DATA SUPPLIED
--- --- ---
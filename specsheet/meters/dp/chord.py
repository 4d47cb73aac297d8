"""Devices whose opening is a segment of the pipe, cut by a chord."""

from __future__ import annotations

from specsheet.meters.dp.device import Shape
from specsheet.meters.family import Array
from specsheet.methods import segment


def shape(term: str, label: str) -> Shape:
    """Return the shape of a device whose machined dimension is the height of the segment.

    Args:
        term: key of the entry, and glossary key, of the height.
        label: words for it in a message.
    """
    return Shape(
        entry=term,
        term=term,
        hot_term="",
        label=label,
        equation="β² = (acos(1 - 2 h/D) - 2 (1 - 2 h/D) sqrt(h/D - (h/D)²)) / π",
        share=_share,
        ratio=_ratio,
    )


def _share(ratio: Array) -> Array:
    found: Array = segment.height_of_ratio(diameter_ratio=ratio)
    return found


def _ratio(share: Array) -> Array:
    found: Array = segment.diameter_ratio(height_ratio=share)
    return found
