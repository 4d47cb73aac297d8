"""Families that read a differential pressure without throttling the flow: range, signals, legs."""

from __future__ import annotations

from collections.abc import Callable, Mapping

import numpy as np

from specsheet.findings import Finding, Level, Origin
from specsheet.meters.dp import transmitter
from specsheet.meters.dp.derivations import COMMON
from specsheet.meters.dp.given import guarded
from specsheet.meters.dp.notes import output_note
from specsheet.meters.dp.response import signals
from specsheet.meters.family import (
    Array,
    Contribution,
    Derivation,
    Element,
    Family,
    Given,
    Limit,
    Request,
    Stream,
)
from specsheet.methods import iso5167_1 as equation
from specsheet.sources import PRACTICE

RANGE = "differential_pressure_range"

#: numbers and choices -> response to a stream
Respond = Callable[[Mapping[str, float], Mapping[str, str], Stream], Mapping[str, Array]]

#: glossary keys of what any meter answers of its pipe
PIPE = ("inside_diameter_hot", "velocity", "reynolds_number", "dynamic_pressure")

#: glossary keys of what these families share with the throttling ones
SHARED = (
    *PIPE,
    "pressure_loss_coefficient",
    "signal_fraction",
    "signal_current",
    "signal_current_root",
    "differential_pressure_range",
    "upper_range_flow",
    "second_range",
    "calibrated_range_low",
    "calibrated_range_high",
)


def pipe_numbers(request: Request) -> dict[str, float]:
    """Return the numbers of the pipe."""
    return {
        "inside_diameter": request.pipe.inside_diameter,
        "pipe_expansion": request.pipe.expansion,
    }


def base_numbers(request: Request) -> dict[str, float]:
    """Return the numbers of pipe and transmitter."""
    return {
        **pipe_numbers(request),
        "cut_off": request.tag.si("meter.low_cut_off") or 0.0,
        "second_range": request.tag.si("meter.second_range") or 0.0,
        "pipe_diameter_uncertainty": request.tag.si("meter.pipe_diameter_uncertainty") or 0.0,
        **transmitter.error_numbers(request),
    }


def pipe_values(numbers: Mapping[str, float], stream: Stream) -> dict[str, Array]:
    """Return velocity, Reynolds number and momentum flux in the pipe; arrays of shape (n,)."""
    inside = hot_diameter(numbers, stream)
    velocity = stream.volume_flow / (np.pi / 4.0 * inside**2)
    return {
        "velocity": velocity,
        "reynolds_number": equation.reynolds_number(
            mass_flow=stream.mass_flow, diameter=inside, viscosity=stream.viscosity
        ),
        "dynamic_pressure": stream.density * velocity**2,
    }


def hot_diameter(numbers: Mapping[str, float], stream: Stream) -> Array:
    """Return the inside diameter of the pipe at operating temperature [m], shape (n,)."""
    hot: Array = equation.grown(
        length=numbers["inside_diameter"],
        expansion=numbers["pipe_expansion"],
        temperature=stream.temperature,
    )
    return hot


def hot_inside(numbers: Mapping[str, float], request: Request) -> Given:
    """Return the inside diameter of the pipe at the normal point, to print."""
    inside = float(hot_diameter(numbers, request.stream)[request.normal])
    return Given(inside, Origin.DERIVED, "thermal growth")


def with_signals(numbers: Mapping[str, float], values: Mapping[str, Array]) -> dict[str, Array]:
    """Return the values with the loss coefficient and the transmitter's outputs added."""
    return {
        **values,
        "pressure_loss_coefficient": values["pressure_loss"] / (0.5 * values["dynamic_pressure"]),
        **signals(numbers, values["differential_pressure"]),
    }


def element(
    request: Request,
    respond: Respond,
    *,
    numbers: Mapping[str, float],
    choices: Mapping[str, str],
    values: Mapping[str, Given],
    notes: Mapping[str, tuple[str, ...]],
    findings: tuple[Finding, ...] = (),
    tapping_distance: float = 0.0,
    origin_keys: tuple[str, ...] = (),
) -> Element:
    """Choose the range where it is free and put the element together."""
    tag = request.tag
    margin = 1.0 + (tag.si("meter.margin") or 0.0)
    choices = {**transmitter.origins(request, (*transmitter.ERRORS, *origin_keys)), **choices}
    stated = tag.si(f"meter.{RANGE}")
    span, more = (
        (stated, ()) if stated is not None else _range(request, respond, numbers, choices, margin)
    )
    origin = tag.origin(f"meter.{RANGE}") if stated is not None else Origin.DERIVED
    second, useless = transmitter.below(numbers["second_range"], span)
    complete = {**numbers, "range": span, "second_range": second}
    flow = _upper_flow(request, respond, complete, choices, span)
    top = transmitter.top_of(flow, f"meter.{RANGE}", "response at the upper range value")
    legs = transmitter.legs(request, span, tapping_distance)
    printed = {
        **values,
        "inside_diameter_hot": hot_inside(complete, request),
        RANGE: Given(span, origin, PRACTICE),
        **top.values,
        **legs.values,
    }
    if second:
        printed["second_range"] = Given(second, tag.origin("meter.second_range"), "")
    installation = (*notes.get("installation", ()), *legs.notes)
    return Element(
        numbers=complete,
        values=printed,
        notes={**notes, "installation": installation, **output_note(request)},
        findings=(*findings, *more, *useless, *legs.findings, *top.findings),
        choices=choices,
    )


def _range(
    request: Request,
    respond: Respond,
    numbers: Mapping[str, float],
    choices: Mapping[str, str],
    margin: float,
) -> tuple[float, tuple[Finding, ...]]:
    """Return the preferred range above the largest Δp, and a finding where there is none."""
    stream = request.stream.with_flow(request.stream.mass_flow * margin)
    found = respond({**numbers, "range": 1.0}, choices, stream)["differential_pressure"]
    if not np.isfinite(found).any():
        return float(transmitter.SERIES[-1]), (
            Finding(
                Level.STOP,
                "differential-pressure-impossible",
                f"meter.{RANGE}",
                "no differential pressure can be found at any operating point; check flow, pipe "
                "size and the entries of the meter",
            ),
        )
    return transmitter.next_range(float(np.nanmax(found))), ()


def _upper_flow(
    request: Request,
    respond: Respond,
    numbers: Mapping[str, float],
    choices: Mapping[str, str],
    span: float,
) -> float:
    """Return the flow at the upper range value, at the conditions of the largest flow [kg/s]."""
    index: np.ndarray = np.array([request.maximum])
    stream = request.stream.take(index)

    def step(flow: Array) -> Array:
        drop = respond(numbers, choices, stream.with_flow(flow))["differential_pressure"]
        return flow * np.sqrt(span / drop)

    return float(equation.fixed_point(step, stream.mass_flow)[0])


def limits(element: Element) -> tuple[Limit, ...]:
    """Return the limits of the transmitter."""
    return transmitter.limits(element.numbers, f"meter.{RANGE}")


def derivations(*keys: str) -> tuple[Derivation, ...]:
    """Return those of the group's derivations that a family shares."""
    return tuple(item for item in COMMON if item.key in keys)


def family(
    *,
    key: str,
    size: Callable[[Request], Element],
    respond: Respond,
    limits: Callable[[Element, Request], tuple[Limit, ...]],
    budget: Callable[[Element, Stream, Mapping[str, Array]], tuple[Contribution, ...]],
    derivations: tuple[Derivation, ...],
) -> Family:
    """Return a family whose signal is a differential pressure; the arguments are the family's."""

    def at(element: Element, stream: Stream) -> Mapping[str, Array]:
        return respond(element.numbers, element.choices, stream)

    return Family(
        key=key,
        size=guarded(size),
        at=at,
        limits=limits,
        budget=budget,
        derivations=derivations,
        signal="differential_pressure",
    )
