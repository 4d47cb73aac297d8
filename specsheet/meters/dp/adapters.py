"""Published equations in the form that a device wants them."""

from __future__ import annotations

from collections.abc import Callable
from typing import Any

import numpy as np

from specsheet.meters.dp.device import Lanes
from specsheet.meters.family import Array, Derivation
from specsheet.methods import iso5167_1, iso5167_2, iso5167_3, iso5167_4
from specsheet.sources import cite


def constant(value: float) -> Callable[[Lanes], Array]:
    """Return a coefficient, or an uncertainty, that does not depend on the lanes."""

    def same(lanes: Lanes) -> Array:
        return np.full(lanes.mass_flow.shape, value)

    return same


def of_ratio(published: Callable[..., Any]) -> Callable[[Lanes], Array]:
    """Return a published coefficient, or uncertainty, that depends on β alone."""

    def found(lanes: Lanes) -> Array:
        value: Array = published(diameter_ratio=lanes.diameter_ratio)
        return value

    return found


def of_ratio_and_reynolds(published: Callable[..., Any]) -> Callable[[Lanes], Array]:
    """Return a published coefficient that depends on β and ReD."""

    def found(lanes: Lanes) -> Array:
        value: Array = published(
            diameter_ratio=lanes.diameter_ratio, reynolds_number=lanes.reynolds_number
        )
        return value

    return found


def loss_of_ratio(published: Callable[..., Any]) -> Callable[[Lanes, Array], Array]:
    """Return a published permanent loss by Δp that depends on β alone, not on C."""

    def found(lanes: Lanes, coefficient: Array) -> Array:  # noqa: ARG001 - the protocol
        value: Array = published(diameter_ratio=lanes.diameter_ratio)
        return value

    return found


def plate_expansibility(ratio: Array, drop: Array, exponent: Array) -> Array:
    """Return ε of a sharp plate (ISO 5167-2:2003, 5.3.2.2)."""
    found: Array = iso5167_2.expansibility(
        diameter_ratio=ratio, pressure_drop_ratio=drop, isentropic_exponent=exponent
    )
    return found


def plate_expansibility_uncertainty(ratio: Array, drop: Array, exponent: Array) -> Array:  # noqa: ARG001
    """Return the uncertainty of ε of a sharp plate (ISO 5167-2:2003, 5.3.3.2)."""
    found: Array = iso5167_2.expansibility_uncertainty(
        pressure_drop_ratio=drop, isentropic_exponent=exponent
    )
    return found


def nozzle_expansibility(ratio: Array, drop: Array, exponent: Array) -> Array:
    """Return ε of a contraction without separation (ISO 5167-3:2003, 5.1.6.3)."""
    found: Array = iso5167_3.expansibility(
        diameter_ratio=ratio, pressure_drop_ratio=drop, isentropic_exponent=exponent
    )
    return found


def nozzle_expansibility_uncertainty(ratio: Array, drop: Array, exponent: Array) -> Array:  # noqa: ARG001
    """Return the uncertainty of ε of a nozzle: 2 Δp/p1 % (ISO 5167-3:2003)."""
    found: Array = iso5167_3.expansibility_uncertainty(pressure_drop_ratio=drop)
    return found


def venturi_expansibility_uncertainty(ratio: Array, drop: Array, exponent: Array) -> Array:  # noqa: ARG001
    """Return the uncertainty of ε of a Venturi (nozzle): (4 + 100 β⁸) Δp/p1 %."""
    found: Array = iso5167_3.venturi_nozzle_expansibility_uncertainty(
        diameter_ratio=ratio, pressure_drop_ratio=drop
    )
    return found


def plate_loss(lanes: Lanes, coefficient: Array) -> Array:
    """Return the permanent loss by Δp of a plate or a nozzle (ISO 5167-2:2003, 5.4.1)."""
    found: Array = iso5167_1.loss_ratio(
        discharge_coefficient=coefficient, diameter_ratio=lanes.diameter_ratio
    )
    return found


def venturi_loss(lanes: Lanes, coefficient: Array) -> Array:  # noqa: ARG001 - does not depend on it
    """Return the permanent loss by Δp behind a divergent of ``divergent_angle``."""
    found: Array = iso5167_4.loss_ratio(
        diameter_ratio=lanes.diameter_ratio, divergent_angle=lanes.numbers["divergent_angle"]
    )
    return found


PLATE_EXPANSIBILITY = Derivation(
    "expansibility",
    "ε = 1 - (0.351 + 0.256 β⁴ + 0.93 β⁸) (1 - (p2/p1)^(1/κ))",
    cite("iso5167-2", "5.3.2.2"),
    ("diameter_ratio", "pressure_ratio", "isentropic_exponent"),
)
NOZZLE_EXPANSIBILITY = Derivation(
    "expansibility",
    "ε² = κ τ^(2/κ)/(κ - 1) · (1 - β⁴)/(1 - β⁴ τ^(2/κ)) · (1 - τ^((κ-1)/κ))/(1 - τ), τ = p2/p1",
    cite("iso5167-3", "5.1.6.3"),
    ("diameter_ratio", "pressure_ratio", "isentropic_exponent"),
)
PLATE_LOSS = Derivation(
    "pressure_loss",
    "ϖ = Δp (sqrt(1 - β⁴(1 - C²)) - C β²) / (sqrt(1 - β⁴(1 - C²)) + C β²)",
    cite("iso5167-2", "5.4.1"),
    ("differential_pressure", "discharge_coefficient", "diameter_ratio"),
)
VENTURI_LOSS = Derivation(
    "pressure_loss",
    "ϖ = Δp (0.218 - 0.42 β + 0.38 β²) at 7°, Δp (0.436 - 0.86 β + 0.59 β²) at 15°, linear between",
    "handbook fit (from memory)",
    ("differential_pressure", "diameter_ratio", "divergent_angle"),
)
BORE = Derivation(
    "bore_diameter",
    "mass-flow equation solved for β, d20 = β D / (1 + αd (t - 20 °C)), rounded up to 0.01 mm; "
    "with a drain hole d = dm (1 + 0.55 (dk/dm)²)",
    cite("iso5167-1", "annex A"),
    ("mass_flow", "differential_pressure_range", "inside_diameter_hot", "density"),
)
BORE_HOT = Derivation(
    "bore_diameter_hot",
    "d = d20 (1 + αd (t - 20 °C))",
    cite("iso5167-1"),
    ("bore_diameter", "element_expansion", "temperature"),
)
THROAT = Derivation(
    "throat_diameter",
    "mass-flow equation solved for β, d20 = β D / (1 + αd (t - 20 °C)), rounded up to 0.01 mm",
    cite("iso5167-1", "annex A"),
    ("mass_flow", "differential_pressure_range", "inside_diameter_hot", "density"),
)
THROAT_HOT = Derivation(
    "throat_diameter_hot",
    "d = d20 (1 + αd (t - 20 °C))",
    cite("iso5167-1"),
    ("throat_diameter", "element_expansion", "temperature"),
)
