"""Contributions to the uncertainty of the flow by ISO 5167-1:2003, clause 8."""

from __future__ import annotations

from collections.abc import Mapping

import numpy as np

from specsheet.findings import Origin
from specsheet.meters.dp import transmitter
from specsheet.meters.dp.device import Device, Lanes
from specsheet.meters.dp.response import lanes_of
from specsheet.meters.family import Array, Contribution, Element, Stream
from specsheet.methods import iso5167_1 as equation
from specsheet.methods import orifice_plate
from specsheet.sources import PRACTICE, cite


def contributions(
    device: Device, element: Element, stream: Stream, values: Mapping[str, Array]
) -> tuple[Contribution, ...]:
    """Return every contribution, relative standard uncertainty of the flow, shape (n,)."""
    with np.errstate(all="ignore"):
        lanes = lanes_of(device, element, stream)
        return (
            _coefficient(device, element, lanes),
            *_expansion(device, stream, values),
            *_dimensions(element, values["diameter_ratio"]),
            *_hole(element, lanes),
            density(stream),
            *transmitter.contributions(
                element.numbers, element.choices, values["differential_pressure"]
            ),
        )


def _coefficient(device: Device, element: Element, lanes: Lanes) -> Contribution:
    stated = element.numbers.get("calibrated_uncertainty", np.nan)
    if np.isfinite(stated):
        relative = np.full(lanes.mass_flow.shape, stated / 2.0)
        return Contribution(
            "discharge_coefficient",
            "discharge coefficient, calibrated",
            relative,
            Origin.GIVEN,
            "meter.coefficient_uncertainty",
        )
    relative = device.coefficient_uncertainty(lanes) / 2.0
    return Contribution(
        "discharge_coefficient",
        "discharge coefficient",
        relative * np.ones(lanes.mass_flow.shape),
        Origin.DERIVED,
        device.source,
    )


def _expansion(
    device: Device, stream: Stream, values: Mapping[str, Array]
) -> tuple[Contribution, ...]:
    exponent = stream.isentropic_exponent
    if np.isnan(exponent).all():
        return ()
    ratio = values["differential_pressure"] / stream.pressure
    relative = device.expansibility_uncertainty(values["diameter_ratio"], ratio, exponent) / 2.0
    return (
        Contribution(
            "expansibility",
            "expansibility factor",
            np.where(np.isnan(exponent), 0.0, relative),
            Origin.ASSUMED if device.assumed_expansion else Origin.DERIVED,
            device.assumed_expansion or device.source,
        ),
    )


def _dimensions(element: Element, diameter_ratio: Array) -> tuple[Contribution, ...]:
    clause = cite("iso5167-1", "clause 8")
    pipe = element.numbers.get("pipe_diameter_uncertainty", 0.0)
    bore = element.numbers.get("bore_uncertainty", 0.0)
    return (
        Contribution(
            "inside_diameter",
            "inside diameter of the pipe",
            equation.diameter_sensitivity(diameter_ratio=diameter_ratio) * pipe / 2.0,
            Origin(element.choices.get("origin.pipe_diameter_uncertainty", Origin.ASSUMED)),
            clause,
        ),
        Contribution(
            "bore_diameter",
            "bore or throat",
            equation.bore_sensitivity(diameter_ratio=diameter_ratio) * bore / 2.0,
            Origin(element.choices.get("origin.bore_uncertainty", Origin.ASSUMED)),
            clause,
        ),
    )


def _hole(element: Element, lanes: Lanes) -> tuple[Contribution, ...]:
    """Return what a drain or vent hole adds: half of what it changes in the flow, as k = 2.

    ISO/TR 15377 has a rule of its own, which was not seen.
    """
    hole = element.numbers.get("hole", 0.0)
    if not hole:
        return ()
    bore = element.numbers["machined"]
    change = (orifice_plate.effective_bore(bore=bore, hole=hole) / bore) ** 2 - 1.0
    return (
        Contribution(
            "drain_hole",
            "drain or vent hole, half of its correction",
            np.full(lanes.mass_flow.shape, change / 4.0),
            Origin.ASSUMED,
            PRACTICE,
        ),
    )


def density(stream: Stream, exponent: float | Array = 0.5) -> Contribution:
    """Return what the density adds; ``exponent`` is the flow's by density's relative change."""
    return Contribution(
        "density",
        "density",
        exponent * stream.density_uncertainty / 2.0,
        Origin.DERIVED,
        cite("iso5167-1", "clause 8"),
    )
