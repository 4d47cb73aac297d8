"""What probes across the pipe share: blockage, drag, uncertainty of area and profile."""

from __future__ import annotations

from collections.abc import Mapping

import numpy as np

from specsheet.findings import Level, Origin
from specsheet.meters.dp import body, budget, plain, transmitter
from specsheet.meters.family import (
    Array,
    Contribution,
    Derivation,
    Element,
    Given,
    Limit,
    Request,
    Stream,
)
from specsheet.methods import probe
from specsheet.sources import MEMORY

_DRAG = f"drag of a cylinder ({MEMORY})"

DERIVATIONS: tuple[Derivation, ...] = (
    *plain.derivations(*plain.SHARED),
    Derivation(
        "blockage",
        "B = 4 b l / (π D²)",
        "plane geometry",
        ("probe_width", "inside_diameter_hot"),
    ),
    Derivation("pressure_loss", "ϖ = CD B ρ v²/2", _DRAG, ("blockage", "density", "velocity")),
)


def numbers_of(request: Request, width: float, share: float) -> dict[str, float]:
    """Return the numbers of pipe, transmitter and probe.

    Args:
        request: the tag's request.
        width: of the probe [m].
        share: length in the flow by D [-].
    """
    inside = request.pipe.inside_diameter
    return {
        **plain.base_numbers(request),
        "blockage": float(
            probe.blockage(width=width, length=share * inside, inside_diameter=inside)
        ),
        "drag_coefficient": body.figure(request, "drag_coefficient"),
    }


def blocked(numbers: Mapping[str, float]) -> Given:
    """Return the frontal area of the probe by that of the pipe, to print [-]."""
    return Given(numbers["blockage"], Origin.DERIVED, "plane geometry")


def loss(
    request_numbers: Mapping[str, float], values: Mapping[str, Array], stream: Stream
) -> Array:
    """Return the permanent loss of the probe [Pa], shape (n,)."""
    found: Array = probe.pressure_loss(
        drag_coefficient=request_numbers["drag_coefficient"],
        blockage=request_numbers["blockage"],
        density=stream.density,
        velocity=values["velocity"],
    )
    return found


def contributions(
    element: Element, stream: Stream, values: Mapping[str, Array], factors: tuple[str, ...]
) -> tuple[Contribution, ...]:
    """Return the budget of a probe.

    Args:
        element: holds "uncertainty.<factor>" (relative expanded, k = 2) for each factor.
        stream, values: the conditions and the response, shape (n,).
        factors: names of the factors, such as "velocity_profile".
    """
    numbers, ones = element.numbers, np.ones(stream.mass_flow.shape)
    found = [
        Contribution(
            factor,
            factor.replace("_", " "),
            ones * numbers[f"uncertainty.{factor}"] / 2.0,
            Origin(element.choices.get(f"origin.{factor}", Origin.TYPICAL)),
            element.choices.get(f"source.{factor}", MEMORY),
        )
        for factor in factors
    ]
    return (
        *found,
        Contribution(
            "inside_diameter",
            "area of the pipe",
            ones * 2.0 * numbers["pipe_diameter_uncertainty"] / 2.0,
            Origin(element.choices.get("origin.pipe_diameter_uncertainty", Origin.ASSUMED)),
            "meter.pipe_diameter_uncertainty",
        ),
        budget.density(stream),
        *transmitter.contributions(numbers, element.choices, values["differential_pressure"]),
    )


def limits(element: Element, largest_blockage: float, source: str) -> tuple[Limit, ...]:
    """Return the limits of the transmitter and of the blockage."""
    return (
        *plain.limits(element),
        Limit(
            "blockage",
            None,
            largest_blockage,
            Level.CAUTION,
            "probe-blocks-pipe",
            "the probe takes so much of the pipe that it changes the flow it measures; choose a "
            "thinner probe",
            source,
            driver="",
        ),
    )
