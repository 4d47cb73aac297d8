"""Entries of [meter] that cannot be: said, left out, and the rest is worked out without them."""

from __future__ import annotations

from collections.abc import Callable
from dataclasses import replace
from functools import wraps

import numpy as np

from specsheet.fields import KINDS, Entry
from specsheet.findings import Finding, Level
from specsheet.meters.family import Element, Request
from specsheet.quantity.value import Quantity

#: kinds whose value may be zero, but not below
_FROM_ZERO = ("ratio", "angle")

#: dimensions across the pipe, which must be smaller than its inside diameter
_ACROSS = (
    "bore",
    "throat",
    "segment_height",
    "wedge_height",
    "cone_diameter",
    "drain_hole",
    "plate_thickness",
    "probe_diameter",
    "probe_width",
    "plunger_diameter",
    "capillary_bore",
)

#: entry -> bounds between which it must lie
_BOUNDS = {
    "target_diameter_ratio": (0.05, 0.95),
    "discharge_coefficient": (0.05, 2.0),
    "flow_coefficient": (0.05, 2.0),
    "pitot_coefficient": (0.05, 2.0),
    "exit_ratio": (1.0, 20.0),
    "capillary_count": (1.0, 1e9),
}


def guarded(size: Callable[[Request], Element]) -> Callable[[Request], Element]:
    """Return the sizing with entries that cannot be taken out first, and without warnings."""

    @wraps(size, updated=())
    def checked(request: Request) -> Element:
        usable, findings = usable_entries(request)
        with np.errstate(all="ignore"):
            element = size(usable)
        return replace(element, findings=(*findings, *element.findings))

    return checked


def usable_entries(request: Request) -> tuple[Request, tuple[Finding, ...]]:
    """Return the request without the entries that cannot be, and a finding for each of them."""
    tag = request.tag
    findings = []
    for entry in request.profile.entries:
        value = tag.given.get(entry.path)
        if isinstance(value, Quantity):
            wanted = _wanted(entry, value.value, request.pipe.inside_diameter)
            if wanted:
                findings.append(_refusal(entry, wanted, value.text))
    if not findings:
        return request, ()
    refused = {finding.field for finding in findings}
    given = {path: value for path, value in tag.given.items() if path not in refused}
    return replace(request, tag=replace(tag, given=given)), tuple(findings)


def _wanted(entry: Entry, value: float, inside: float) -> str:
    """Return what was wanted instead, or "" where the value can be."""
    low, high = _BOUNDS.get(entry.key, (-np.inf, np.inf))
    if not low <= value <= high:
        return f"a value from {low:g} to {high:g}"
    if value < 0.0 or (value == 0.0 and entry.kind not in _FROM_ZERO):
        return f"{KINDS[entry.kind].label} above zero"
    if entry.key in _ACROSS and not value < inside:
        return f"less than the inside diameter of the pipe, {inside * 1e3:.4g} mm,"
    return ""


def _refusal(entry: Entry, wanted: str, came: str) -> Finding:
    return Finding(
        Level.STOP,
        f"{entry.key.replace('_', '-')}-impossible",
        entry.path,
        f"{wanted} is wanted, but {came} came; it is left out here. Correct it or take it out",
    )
--- --- ---
TASK INSTRUCTIONS
What lines in the material above hold the string "printed"? List them.

SOLUTION BELOW
    printed = {
        printed["second_range"] = Given(second, tag.origin("meter.second_range"), "")
        values=printed,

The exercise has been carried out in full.